私は空気を読まない(ただ文字だけを読む)*4

ラノベは良くないよ。特に最近のは良くない。粗製濫造の中になまじ質が高い作品もあったりするから抜け出せなくなる。ロードスやスレイヤーズの頃のラノベには、明らかに「卒業」のタイミングがあったんだ。中学卒業とか高校卒業とか、そういう節目で「もうラノベって年じゃないよなぁ」っていう心理イベントが確かにあった。ラノベ読者の中にはおたくっぽい奴もそうでない奴も同じくらいいたけれど、みんないつの間にか卒業してた。

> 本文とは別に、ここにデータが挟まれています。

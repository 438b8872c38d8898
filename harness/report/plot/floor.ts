// The report's top view of the floor: the friction map drawn once per scenario as an SVG
// definition, and per run the trunk path, footholds and slip segments over it. Numbers only, as
// every plot (timeSeries.ts).

import type { FrictionMap } from '../../plant/types.js';
import type { RunSeries, SlipSegment } from '../../score/series/types.js';
import { linePath, markerPath } from './path.js';
import { INK, muColour, SLIP_COLOUR } from './palette.js';
import { linearScale } from './scale.js';
import { asSvg, label, num, type SvgMarkup } from './svg.js';
import { evenSample, PLOT_WIDTH } from './timeSeries.js';
/** Slip segments drawn per floor panel (the longest ones; the rest are counted in the caption). */
export const MAX_DRAWN_SLIPS = 60;

export interface FloorExtent {
  x0: number;
  x1: number;
  y0: number;
  y1: number;
}

/** The smallest floor rectangle holding every build's trunk path and footholds, padded 0.4 m. */
export function floorExtent(all: RunSeries[]): FloorExtent {
  let x0 = Infinity;
  let x1 = -Infinity;
  let y0 = Infinity;
  let y1 = -Infinity;
  const take = (x: number, y: number) => {
    if (!Number.isFinite(x) || !Number.isFinite(y)) return;
    x0 = Math.min(x0, x);
    x1 = Math.max(x1, x);
    y0 = Math.min(y0, y);
    y1 = Math.max(y1, y);
  };
  for (const s of all) {
    s.trunk.x_m.forEach((x, k) => take(x, s.trunk.y_m[k]));
    for (const f of s.footholds) take(f.x_m, f.y_m);
  }
  if (!Number.isFinite(x0)) return { x0: -1, x1: 1, y0: -1, y1: 1 };
  const pad = 0.4;
  return { x0: x0 - pad, x1: x1 + pad, y0: y0 - pad, y1: y1 + pad };
}

interface FloorFrame {
  s: number;
  px: (x: number) => number;
  py: (y: number) => number;
  width: number;
  height: number;
  tx: number;
  ty: number;
}

const FLOOR_PAD = 6;

function floorFrame(extent: FloorExtent): FloorFrame {
  const inner = PLOT_WIDTH - 2 * FLOOR_PAD;
  const spanX = extent.x1 - extent.x0;
  const spanY = extent.y1 - extent.y0;
  // Equal scale on both axes (a map); tall floors are limited to a square panel.
  const s = Math.min(inner / spanX, inner / spanY);
  const height = spanY * s + 2 * FLOOR_PAD + 14;
  const tx = FLOOR_PAD - s * extent.x0;
  const ty = FLOOR_PAD + s * extent.y1;
  return { s, px: (x) => tx + s * x, py: (y) => ty - s * y, width: PLOT_WIDTH, height, tx, ty };
}

/** The friction map in world metres, drawn once per scenario and placed by each floor panel. */
export function floorDefinition(map: FrictionMap, id: string): SvgMarkup {
  let out = `<g id="${id}" shape-rendering="crispEdges">`;
  const raster = map.raster;
  if (raster) {
    const nx = raster.staticFriction.length;
    for (let i = 0; i < nx; i++) {
      const column = raster.staticFriction[i];
      let j = 0;
      while (j < column.length) {
        let k = j;
        while (k + 1 < column.length && column[k + 1] === column[j]) k++;
        const x = raster.origin_m[0] + i * raster.cell_m;
        const y = raster.origin_m[1] + j * raster.cell_m;
        out += `<rect x="${coord(x)}" y="${coord(y)}" width="${coord(raster.cell_m)}" height="${coord((k - j + 1) * raster.cell_m)}" fill="${muColour(column[j])}"/>`;
        j = k + 1;
      }
    }
  }
  for (const patch of map.patches) {
    const fill = muColour(patch.material.staticFriction);
    const edge = ` fill="${fill}" stroke="${INK}" stroke-opacity="0.35" stroke-width="1" vector-effect="non-scaling-stroke"`;
    const shape = patch.shape;
    if (shape.kind === 'rect') {
      const xa = Math.min(shape.min_m[0], shape.max_m[0]);
      const ya = Math.min(shape.min_m[1], shape.max_m[1]);
      out += `<rect x="${coord(xa)}" y="${coord(ya)}" width="${coord(Math.abs(shape.max_m[0] - shape.min_m[0]))}" height="${coord(Math.abs(shape.max_m[1] - shape.min_m[1]))}"${edge}/>`;
    } else if (shape.kind === 'circle') {
      out += `<circle cx="${coord(shape.center_m[0])}" cy="${coord(shape.center_m[1])}" r="${coord(shape.radius_m)}"${edge}/>`;
    } else {
      out += `<path d="M${shape.vertices_m.map(([x, y]) => `${coord(x)} ${coord(y)}`).join('L')}Z"${edge}/>`;
    }
  }
  return asSvg(out + '</g>');
}

/** World coordinates in metres keep 4 decimals (0.1 mm) so small patches stay exact. */
function coord(value: number): string {
  if (!Number.isFinite(value)) return '0';
  const r = Math.round(value * 1e4) / 1e4;
  return r === 0 ? '0' : String(r);
}

/** One build's top view: friction map, commanded path, trunk path, footholds, slip segments. */
export function floorPlot(series: RunSeries, extent: FloorExtent, definitionId: string, clipId: string, fell: boolean): { svg: SvgMarkup; slipsDrawn: number; slipsTotal: number; longest: SlipSegment | null } {
  const f = floorFrame(extent);
  const mapBottom = f.height - 14;
  let out = `<svg class="plot floor" viewBox="0 0 ${f.width} ${num(f.height)}" width="${f.width}" height="${num(f.height)}" role="img">`;
  out += `<defs><clipPath id="${clipId}"><rect x="${FLOOR_PAD}" y="${FLOOR_PAD}" width="${num(f.width - 2 * FLOOR_PAD)}" height="${num(mapBottom - FLOOR_PAD)}"/></clipPath></defs>`;
  out += `<g clip-path="url(#${clipId})">`;
  out += `<rect x="0" y="0" width="${f.width}" height="${num(f.height)}" fill="${muColour(series.friction.default.staticFriction)}"/>`;
  out += `<use href="#${definitionId}" transform="matrix(${num4(f.s)} 0 0 ${num4(-f.s)} ${num(f.tx)} ${num(f.ty)})"/>`;
  const indices = evenSample(series.trunk.x_m.length, 220);
  const ref = linePath(indices.map((k) => f.px(series.trunk.referenceX_m[k])), indices.map((k) => f.py(series.trunk.referenceY_m[k])));
  const path = linePath(indices.map((k) => f.px(series.trunk.x_m[k])), indices.map((k) => f.py(series.trunk.y_m[k])));
  out += `<path class="reference" d="${ref}" fill="none" stroke="#fff" stroke-width="1.2" stroke-dasharray="3 3" opacity="0.9"/>`;
  out += `<path d="${path}" fill="none" stroke="#fff" stroke-width="3.4" stroke-linejoin="round" opacity="0.85"/>`;
  out += `<path class="series trunk" d="${path}" fill="none" stroke="${INK}" stroke-width="1.5" stroke-linejoin="round"/>`;
  // Footholds as rings: zero-length round-capped strokes, ink then white (2 short paths for all).
  let holds = '';
  for (const h of series.footholds) holds += `M${num(f.px(h.x_m))} ${num(f.py(h.y_m))}h0`;
  if (holds) out += `<path class="footholds" d="${holds}" stroke="${INK}" stroke-width="4.2" stroke-linecap="round"/><path d="${holds}" stroke="#fff" stroke-width="2.4" stroke-linecap="round"/>`;
  const slips = [...series.slips].sort((a, b) => b.distance_m - a.distance_m).slice(0, MAX_DRAWN_SLIPS);
  let slipD = '';
  for (const s of slips) slipD += `M${num(f.px(s.from_m[0]))} ${num(f.py(s.from_m[1]))}L${num(f.px(s.to_m[0]))} ${num(f.py(s.to_m[1]))}`;
  if (slipD) out += `<path d="${slipD}" stroke="#fff" stroke-width="5.5" stroke-linecap="round"/><path class="slips" d="${slipD}" stroke="${SLIP_COLOUR}" stroke-width="3.2" stroke-linecap="round"/>`;
  const longest = slips[0];
  if (longest) {
    const lx = f.px(longest.to_m[0]);
    const ly = f.py(longest.to_m[1]);
    out += `<g class="slip-mark"><title>longest slip: foot ${longest.foot}, ${label(longest.distance_m * 1000, 1)} mm, ${label(longest.start_s, 2)}–${label(longest.end_s, 2)} s</title><circle cx="${num(lx)}" cy="${num(ly)}" r="6" fill="none" stroke="${SLIP_COLOUR}" stroke-width="1.4"/></g>`;
  }
  const n = series.trunk.x_m.length;
  if (n > 0) {
    out += `<path d="${markerPath('square', f.px(series.trunk.x_m[0]), f.py(series.trunk.y_m[0]), 3)}" fill="#fff" stroke="${INK}"><title>start</title></path>`;
    const ex = f.px(series.trunk.x_m[n - 1]);
    const ey = f.py(series.trunk.y_m[n - 1]);
    out += fell
      ? `<path d="${markerPath('cross', ex, ey, 6)}" fill="${SLIP_COLOUR}" stroke="#fff" stroke-width="0.8" transform="rotate(45 ${num(ex)} ${num(ey)})"><title>fell here</title></path>`
      : `<path d="${markerPath('triangle', ex, ey, 3.6)}" fill="${INK}" stroke="#fff" stroke-width="0.7"><title>end</title></path>`;
  }
  out += '</g>';
  // Scale bar: the largest of 2, 1, 0.5, 0.2, 0.1 m that fits in a third of the panel.
  const bar_m = [2, 1, 0.5, 0.2, 0.1].find((m) => m * f.s <= f.width / 3) ?? 0.1;
  const y = f.height - 6;
  out += `<path d="M${FLOOR_PAD} ${num(y)}h${num(bar_m * f.s)}" stroke="${INK}" stroke-width="2"/><text x="${num(FLOOR_PAD + bar_m * f.s + 4)}" y="${num(y + 3)}">${label(bar_m, 1)} m</text>`;
  out += `<text x="${f.width - FLOOR_PAD}" y="${num(y + 3)}" text-anchor="end" class="unit">x →, y ↑</text>`;
  return { svg: asSvg(out + '</svg>'), slipsDrawn: slips.length, slipsTotal: series.slips.length + series.dropped.slips, longest: longest ?? null };
}

function num4(value: number): string {
  return String(Math.round(value * 1e4) / 1e4);
}

/** The μs legend: the ramp in steps from 0 to 1.2, with the floor's materials marked. */
export function muLegend(present: number[]): SvgMarkup {
  const width = 260;
  const height = 34;
  const x = linearScale(0, 1.2, 10, width - 10);
  let out = `<svg class="legend mu" viewBox="0 0 ${width} ${height}" width="${width}" height="${height}" role="img">`;
  for (let k = 0; k < 24; k++) {
    const mu = (k + 0.5) * 0.05;
    out += `<rect x="${num(x(k * 0.05))}" y="6" width="${num(x(0.05) - x(0) + 0.3)}" height="10" fill="${muColour(mu)}"/>`;
  }
  out += `<rect x="${num(x(0))}" y="6" width="${num(x(1.2) - x(0))}" height="10" fill="none" stroke="${INK}" stroke-width="0.5"/>`;
  for (const t of [0, 0.2, 0.4, 0.6, 0.8, 1.0, 1.2]) out += `<text x="${num(x(t))}" y="28" text-anchor="middle">${label(t, 1)}</text>`;
  for (const mu of present) out += `<path d="M${num(x(Math.min(1.2, mu)))} 16l-3.5 -5h7z" fill="${INK}"><title>μs ${label(mu, 3)}</title></path>`;
  return asSvg(out + '</svg>');
}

なのに、近頃は出版する側もメディア展開が主体で、いわゆるおたく市場にフォーカスしてる。対象年齢をティーンに限ってない。おたくの純粋培養だ。ラノベを読むのはおたくだけ。おたくがラノベを読むんじゃない、ラノベを読む中高生がおたくになるんだ。それだけじゃない。作品自体によるおたく文化の消費。ジャンルの内側で完結する閉じたおたくサイクル。これはいわば、おたくの永久機関だ。ところで、笹本祐一は面白いよねぇ……小娘オーバードライブ (角川文庫―スニーカー文庫)。シリーズ全4巻。

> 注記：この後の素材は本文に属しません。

/** Tolerance for "whole number of physics steps per control period": far above rounding of 1/rate. */
const RATIO_TOLERANCE = 1e-6;
/** Time comparisons allow for decimal fractions such as 7.9 + 0.1 not summing exactly to 8. */
const TIME_TOLERANCE_s = 1e-9;

export function checkScenario(data: Record<string, unknown>, robot: RobotParams | undefined): CheckResult {
  const errors: Finding[] = [];
  const warnings: Finding[] = [];
  const given = num(data.duration_s);
  const duration = given !== undefined && given > 0 ? given : undefined; // else the schema reports it
  checkCommands(data, duration, errors, warnings);
  checkPushes(data, duration, robot, errors, warnings);
  checkGround(data, errors);
  checkTiming(data, errors, warnings);
  checkStart(data, errors);
  if (duration !== undefined) errors.push(...runSize(data, duration));
  if (robot) {
    checkInitial(data, robot, errors);
    checkContactStep(data, robot, errors);
  }
  warnings.push(...checkPlausibility(data, robot));
  return { errors, warnings };
}

function checkCommands(data: Record<string, unknown>, duration: number | undefined, errors: Finding[], warnings: Finding[]) {
  const commands = list(data.commands);
  if (!commands) return;
  let previous: number | undefined;
  commands.forEach((c, i) => {
    const command = rec(c);
    const at = num(command?.at_s);
    const path = `/commands/${i}/at_s`;
    if (at === undefined) return;
    if (i === 0 && at !== 0) {
      errors.push({ path, message: `the first command starts at ${at} s (expected the first command at_s: 0, so the controller has a command from the start)` });
    }
    if (previous !== undefined && !(at > previous)) {
      errors.push({ path, message: `command at ${at} s does not come after the previous one at ${previous} s (expected commands in strictly increasing at_s)` });
    }
    if (duration !== undefined && at >= duration) {
      errors.push({ path, message: `command at ${at} s starts at or after the end of the run (duration_s ${duration}; expected at_s < duration_s)` });
    }
    previous = at;
    const velocity = vec(command?.velocity_mps, 3);
    const yawRate = num(command?.yawRate_radps);
    if (command?.gait === 'stand' && ((velocity && velocity.some((v) => v !== 0)) || (yawRate !== undefined && yawRate !== 0))) {
      warnings.push({ path: `/commands/${i}`, message: 'a stand command asks for motion; standing controllers are expected to ignore it' });
    }
  });
}

function checkPushes(data: Record<string, unknown>, duration: number | undefined, robot: RobotParams | undefined, errors: Finding[], warnings: Finding[]) {
  const pushes = list(data.pushes);
  if (!pushes) return;
  pushes.forEach((p, i) => {
    const push = rec(p);
    if (!push) return;
    const at = num(push.at_s);
    const length = num(push.duration_s);
    if (!('series' in push) && at !== undefined && length !== undefined && duration !== undefined && at + length > duration + TIME_TOLERANCE_s) {
      errors.push({
        path: `/pushes/${i}`,
        message: `push from ${at} s to ${Number((at + length).toPrecision(12))} s ends after the run (duration_s ${duration}; expected at_s + duration_s ≤ ${duration})`,
      });
    }
    const point = vec(push.point_m, 3);
    if (point && robot) {
      const half = robot.trunk.halfExtents_m;
      if (point.some((x, k) => Math.abs(x) > half[k] + 1e-12)) {
        warnings.push({ path: `/pushes/${i}/point_m`, message: `push point [${point.join(', ')}] m lies outside the trunk box (half extents [${half.join(', ')}] m)` });
      }
    }
  });
}

function frictionPair(
  material: Record<string, unknown> | undefined,
  base: { staticFriction: number; kineticFriction: number },
  basePath: string,
  inheritedFrom: string,
  errors: Finding[],
) {
  const givenStatic = num(material?.staticFriction);
  const givenKinetic = num(material?.kineticFriction);
  const mu_s = givenStatic ?? base.staticFriction;
  const mu_k = givenKinetic ?? base.kineticFriction;
  // With neither value given here, the material it inherits from is already reported.
  if (!(mu_k <= mu_s) && (givenStatic !== undefined || givenKinetic !== undefined)) {
    const kText = givenKinetic === undefined ? `${mu_k} (inherited from ${inheritedFrom})` : `${mu_k}`;
    const sText = givenStatic === undefined ? `${mu_s} (inherited from ${inheritedFrom})` : `${mu_s}`;
    const path = pointerJoin(basePath, givenKinetic !== undefined ? 'kineticFriction' : 'staticFriction');
    errors.push({ path, message: `kinetic friction ${kText} exceeds static friction ${sText} (expected kineticFriction ≤ staticFriction)` });
  }
  return { staticFriction: mu_s, kineticFriction: mu_k };
}

function checkGround(data: Record<string, unknown>, errors: Finding[]) {
  const ground = rec(data.ground);
  if (!ground) return;
  const defaults = frictionPair(rec(ground.material), DEFAULT_MATERIAL, '/ground/material', 'the built-in dry floor', errors);
  list(ground.patches)?.forEach((p, i) => {
    const patch = rec(p);
    if (!patch) return;
    const base = `/ground/patches/${i}`;
    frictionPair(rec(patch.material), defaults, `${base}/material`, 'the default material', errors);
    if (rec(patch.material) && 'elastic' in rec(patch.material)!) {
      errors.push({ path: `${base}/material/elastic`, message: 'a patch cannot carry elastic data: one contact law holds for the whole ground (expected elastic under ground.material only)' });
    }
    const shapes = ['rect', 'circle', 'polygon_m'].filter((k) => k in patch);
    if (shapes.length !== 1) {
      errors.push({ path: base, message: `patch has ${shapes.length === 0 ? 'no shape' : `${shapes.length} shapes (${shapes.join(', ')})`} (expected exactly one of rect, circle, polygon_m)` });
    }
    const rect = rec(patch.rect);
    const lo = vec(rect?.min_m, 2);
    const hi = vec(rect?.max_m, 2);
    if (lo && hi) {
      ['x', 'y'].forEach((axis, k) => {
        if (!(lo[k] < hi[k])) {
          errors.push({ path: `${base}/rect/max_m/${k}`, message: `rect max_m ${axis} ${hi[k]} is not above min_m ${axis} ${lo[k]} (expected min_m < max_m in x and y)` });
        }
      });
    }
    const polygon = list(patch.polygon_m);
    if (polygon && polygon.length >= 3) {
      const vertices = polygon.map((v) => vec(v, 2));
      if (vertices.every((v) => v !== undefined)) {
        const problem = polygonProblem(vertices as unknown as Point[]);
        if (problem) errors.push({ path: `${base}/polygon_m/${problem.vertex}`, message: problem.message });
      }
    }
  });
  const raster = rec(ground.raster);
  if (raster) checkInlineRaster(raster, errors);
}

function checkInlineRaster(raster: Record<string, unknown>, errors: Finding[]) {
  const hasFile = 'file' in raster;
  const grids = ['staticFriction', 'kineticFriction'].filter((k) => k in raster);
  if (hasFile && grids.length > 0) {
    errors.push({ path: '/ground/raster', message: `raster gives both file and ${grids.join(' and ')} (expected either file: or the two grids inline)` });
    return;
  }
  if (hasFile) return;
  if (grids.length !== 2) {
    errors.push({ path: '/ground/raster', message: `raster gives ${grids.length === 0 ? 'no grid' : `only ${grids[0]}`} (expected both staticFriction and kineticFriction, or file:)` });
    return;
  }
  const shapes: Record<string, [number, number] | undefined> = {};
  for (const name of grids) {
    const rows = list(raster[name]);
    if (!rows || rows.length === 0 || !rows.every((r) => Array.isArray(r))) continue;
    const width = (rows[0] as unknown[]).length;
    let rectangular = true;
    rows.forEach((r, i) => {
      if ((r as unknown[]).length !== width) {
        rectangular = false;
        errors.push({ path: `/ground/raster/${name}/${i}`, message: `row ${i} has ${(r as unknown[]).length} cell${(r as unknown[]).length === 1 ? '' : 's'} but row 0 has ${width} (expected a rectangular grid)` });
      }
    });
    if (rectangular) shapes[name] = [rows.length, width];
  }
  const s = shapes.staticFriction;
  const k = shapes.kineticFriction;
  if (s && k) {
    if (s[0] !== k[0] || s[1] !== k[1]) {
      errors.push({ path: '/ground/raster/kineticFriction', message: `kineticFriction is ${k[0]}×${k[1]} but staticFriction is ${s[0]}×${s[1]} (expected the same shape)` });
      return;
    }
    const S = raster.staticFriction as unknown[][];
    const K = raster.kineticFriction as unknown[][];
    for (let i = 0; i < s[0]; i++) {
      for (let j = 0; j < s[1]; j++) {
        const ms = num(S[i][j]);
        const mk = num(K[i][j]);
        if (ms !== undefined && mk !== undefined && mk > ms) {
          errors.push({ path: `/ground/raster/kineticFriction/${i}/${j}`, message: `kinetic friction ${mk} exceeds static friction ${ms} in cell [${i}][${j}] (expected kineticFriction ≤ staticFriction)` });
        }
      }
    }
  }
}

もちろん、その辺りの状況をすっかり把握した大人が「最近のラノベは侮れないなぁ」と楽しむのは何も問題ない。実際に侮れない作品はいくつかある。ただ、ドリトル先生さえ読んでない中学生が国語の教科書以外で初めて出会う文章創作がラノベだとしたら問題だ。外観がなまじ小説に似てるから、それは詐欺になる。勘違いのスパイラルから抜け出せなくなる。骨の髄までラノベに中毒するか「純文学は文化でラノベはゴミ」のような反動に取り付かれるかのどちらかで、やがて読書の愉しみを失う。
ラノベラノベであって「イラストの付いた小説」じゃない。読書感想文の宿題で「マンガやラノベを題材にしてはいけません」というのは正しい。ラノベは確かに良質のエンターテインメントたり得るけれど、ラノベと小説を区別できないお子様は読んではいけない。特に、「ラノベと小説を区別」というフレーズに対して「グレーゾーンな作品もあるよね」が反論になると本気で信じてしまうようなお子様はダメだ。
じゃ、何を読めば良いかって? そんなことは国語の先生に訊きなさい。まあ、私の恩師はぼのぼの (1) (竹書房文庫)を薦めてた、とだけ付け足しておく。ではさらばだ!